The doses of sedatives used in the current study (i.e., dexmedetomidine 5 μg/kg and butorphanol 0.2 mg/kg IM) are commonly administered for mild to moderate sedation in our clinical setting. Previous studies using higher doses of dexmedetomidine at 10 μg/kg and butorphanol at 0.4 mg/kg IM found that the onset of sedation was 5 min [13,16], with a peak effect at 15 min post-sedation (Nagore et al. 2012). In our study, the FGS and DIVAS scoring were performed at 20 min after sedation, which should be appropriate to detect the maximum effect of sedation on the FGS scores. Dexmedetomidine, but not butorphanol, was antagonized at the end of the general anesthesia. Considering a duration of effect between 1 and 2 h for butorphanol [17,18], sedation should be minimum at 0.5 h after the end of general anesthesia (approximately 1.5 h after the administration of dexmedetomidine and butorphanol), even if an antagonist of opioid receptors (e.g., naloxone) was not administered. Indeed, only the orbital tightening scores were increased at 0.5 h after the end of anesthesia in the dexmedetomidine-butorphanol group.

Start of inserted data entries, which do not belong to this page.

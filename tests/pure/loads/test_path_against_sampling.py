"""The worst point of the burn against many samples: no sample is worse, one is as bad, outside is outside.

The judge is `naive_path`, which shares no code with the engine. Tanks, tables, orders of burning and
envelopes (notched from above and below, sloping, in both planes) are drawn at random.
"""

from dataclasses import replace
from fractions import Fraction

from hypothesis import assume, event, given
from hypothesis import strategies as st

from fleet.basis import BurnStage, Envelope, Tank, TankTable
from fleet.envelope import NotAnEnvelope
from loads.balance.aboard import FuelPlan, TankFuel
from loads.balance.assess import assess
from loads.balance.declared import read_load
from loads.balance.fuel import fuel_states
from loads.balance.path import burn_path
from loads.balance.prepared import prepared
from tests.drawing import drawn
from tests.pure.loads.making import SOURCE, load, twin, twin_empty
from tests.pure.loads.naive_path import assert_as_sampled, points_along, sampled

F = Fraction
SAMPLES = 40
TWIN = twin()
DECLARED = read_load(load(limits=[], items=[]), TWIN)
DRY = assess(DECLARED, TWIN, twin_empty()).state("zero fuel")


def tenths(low, high):
    return st.integers(low * 10, high * 10).map(lambda number: F(number, 10))


@st.composite
def tables(draw, capacity):
    """A table from nothing up to a capacity: of arms or moments, straight in either."""
    straight = draw(st.sampled_from(("arm", "moment")))
    inner = sorted(draw(st.sets(st.integers(1, capacity - 1), max_size=3)))
    volumes = [0, *inner, capacity]
    arms = [F(draw(st.integers(60, 200))) for _ in volumes]
    if draw(st.booleans()):
        arms = [arms[0]] * len(arms)
    if straight == "moment" and draw(st.booleans()):
        points = tuple((F(v), F(v) * a * F("6.7")) for v, a in zip(volumes, arms, strict=True))
        return TankTable("volume", "moment", "moment", F("6.7"), points)
    return TankTable(
        "volume", "arm", straight, None, tuple((F(v), a) for v, a in zip(volumes, arms, strict=True))
    )


@st.composite
def flights(draw):
    """A basis with random tanks and order, and a plan of fuel for it."""
    count = draw(st.integers(1, 4))
    tanks = []
    for number in range(count):
        capacity = draw(st.integers(20, 90))
        name = f"T{number}"
        lateral = F(draw(st.integers(-90, 90)))
        tanks.append(Tank(name, name, F(capacity), lateral, draw(tables(capacity)), SOURCE))
    names = draw(st.permutations([tank.id for tank in tanks]))
    cut = draw(st.integers(0, count - 1))
    stages = tuple(BurnStage(tuple(part)) for part in (names[:cut], names[cut:]) if part)
    usable = {tank.id: draw(st.integers(1, int(tank.capacity) - 2)) for tank in tanks}
    trapped = {tank.id: draw(st.sampled_from((0, 0, 1))) for tank in tanks}
    density = draw(st.sampled_from((F(6), F("6.7"))))
    held = tuple(TankFuel(tank, F(usable[tank.id]), F(trapped[tank.id])) for tank in tanks)
    whole = sum(usable.values()) * density
    taxi, trip, least = (whole * draw(st.integers(low, 20)) / 60 for low in (0, 1, 0))
    plan = FuelPlan(density, "drawn", held, taxi, trip, least)
    basis = replace(TWIN, tanks=tuple(tanks), burn_order=stages, taxi_order=stages)
    return basis, plan


@st.composite
def envelopes(draw, axis, centre):
    """An envelope around where these loads are: sloping sides, notches above and below, in both planes."""
    plane = draw(st.sampled_from(("arm", "moment")))
    weights = sorted(draw(st.sets(st.integers(4700, 6600), min_size=2, max_size=4)))
    low, high = draw(st.integers(4000, 4800)), draw(st.integers(5600, 7200))
    levels = [low, *(weight for weight in weights if low < weight < high), high]
    left = [(centre - F(draw(st.integers(0, 140)), 20), F(y)) for y in levels]
    right = [(centre + F(draw(st.integers(1, 140)), 20), F(y)) for y in levels]
    points = [*left, *_notch(draw, left[-1], right[-1], -1), *reversed(right)]
    points += _notch(draw, right[0], left[0], 1)
    if plane == "moment":
        points = [(x * y, y) for x, y in points]
    phases = draw(
        st.sampled_from(
            (("ramp", "take-off", "landing"), ("take-off", "landing"), ("take-off",), ("landing",))
        )
    )
    try:
        return Envelope(f"drawn-{axis}", axis, phases, plane, tuple(points), SOURCE)
    except NotAnEnvelope:
        assume(False)
        raise


def _notch(draw, start, end, way):
    """The three corners of a notch between two ends of the top or the bottom, or nothing."""
    if not draw(st.booleans()):
        return []
    (x1, y), (x2, _) = start, end
    depth = draw(st.integers(50, 1200))
    parts = [F(draw(st.integers(1, 6)), 20), F(1, 2), F(draw(st.integers(14, 19)), 20)]
    xs = [x1 + (x2 - x1) * part for part in parts]
    return [(xs[0], y), (xs[1], y + way * depth), (xs[2], y)]


@drawn(50, 600)
@given(flights(), st.data())
def test_no_sample_is_worse_one_is_as_bad_and_outside_is_outside(flight, data):
    basis, plan = flight
    drawn = [data.draw(envelopes("longitudinal", F(117))), data.draw(envelopes("lateral", F(0)))]
    if data.draw(st.booleans()):
        other = data.draw(envelopes("longitudinal", F(117)))
        drawn.append(replace(other, id="second"))
    basis = replace(basis, envelopes=tuple(drawn))
    declared = replace(DECLARED, fuel=plan)
    dry = (DRY.weight, DRY.moment, DRY.lateral_moment)

    result = assess(declared, basis, twin_empty())

    for axis in ("longitudinal", "lateral"):
        found = [check for check in result.checks if check.code == f"path.{axis}"]
        runs = [run for run in sampled(declared, basis, dry, axis, SAMPLES) if run]
        if not found or not runs:
            assert not runs or axis == "lateral"
            continue
        assert_as_sampled(found[0], runs)
        event(f"{axis} {found[0].outcome}")


@drawn(50, 600)
@given(flights())
def test_every_sample_lies_exactly_on_the_path(flight):
    basis, plan = flight
    declared = replace(DECLARED, fuel=plan)
    result = assess(declared, basis, twin_empty())
    states = {state.phase: state for state in result.states}
    path = burn_path(plan, fuel_states(plan, prepared(basis)), states)

    for point in points_along(declared, basis, (DRY.weight, DRY.moment, DRY.lateral_moment), 7):
        on = [each for each in path.stretches if each.end.weight <= point.weight <= each.start.weight]
        assert on or states["ramp"].weight == states["minimum at landing"].weight
        for stretch in on:
            at = stretch.at(point.weight)
            assert (at.moment, at.lateral_moment) == (point.moment, point.lateral_moment)
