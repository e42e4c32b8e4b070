"""The acts of the loads room: the permission, the word in the trail and the label in logs, at once."""

from records.kind import Kind

SUBMIT_LOAD = Kind("submit-load", "submitted a load")
REVISE_LOAD = Kind("revise-load", "replaced a load by a revision")
ASSESS_LOAD = Kind("assess-load", "assessed a load again")
PREPARE_LOAD = Kind("prepare-load", "signed a load as prepared")
ACCEPT_LOAD = Kind("accept-load", "accepted a load")
WITHDRAW_LOAD = Kind("withdraw-load", "withdrew a load")
DEPART_LOAD = Kind("depart-load", "reported a load as departed")
FILE_MANIFEST = Kind("file-manifest", "filed a manifest")

KINDS = (
    SUBMIT_LOAD,
    REVISE_LOAD,
    ASSESS_LOAD,
    PREPARE_LOAD,
    ACCEPT_LOAD,
    WITHDRAW_LOAD,
    DEPART_LOAD,
    FILE_MANIFEST,
)
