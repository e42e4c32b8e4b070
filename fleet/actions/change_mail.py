"""Changes the mail address of whoever acts; the trail holds a salted digest of it only."""

from fleet import acts
from fleet.mail_address import mail_fault
from fleet.models import Person
from records.act import act
from records.actor import Actor
from records.refusal import Invalid, NotAllowed


def change_mail(actor: Actor, person: Person, mail: str) -> Person:
    """This function will keep the person's own mail address; "" takes it out.

    Told there: a load of theirs that goes stale, and a link to choose a new password. Raises NotAllowed for
    anybody else's address, Invalid at `/mail`.
    """
    if actor.person != person.pk:
        raise NotAllowed("own-mail-only", "A person changes their own mail address only.")
    if mail and (fault := mail_fault(mail, "/mail")):
        raise Invalid(fault)
    with act(acts.CHANGE_MAIL, by=actor, about=f"person:{person.pk}"):
        Person.objects.filter(pk=person.pk).update(mail=mail)
    person.mail = mail
    return person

In this study, propofol and isoflurane were chosen for general anesthesia as they are commonly used in our institution. The control group required significantly higher doses of propofol (5.7 mg/kg) than the treatment group (2.7 mg/kg). This was not surprising as sedation with dexmedetomidine–butorphanol produces an anesthetic-sparing effect in cats [19]; however, these different doses of propofol for anesthetic induction may have biased FGS scoring. For instance, the total FGS, orbital tightening, and whiskers and head position scores were greater at 0.5 h post-anesthesia in the control group than the baseline values. On the other hand, only the orbital tightening scores were increased at the same time point in the treatment group. Increases in the FGS scores at 0.5 h after the end of the anesthesia could be also associated with residual effects of isoflurane. In general, the hepatic metabolism of isoflurane is low (0.2%), and most of the gas is eliminated via the lungs [20]; therefore, the impact of residual anesthesia with isoflurane on the FGS scores should be minimal. However, in DBA/2, but not CBA mice, short-term anesthesia (10 min) with isoflurane at 2.5% increased the mouse grimace scale scores at 0.5 h post-anesthesia [21]. Hence, it is possible that the effects of isoflurane on grimace scales is breed/genetic-dependent, which could not be verified in this study as only domestic short-hair cats were included. The duration of anesthesia with isoflurane may have influenced the results of our study. In rats, the duration of anesthesia with 2% isoflurane affected the rat grimace scale scores after 10, but not 2 min [22]. In the current study, general anesthesia was maintained for 30 min, and longer or shorter anesthetic periods could potentially influence the FGS scores in a different manner.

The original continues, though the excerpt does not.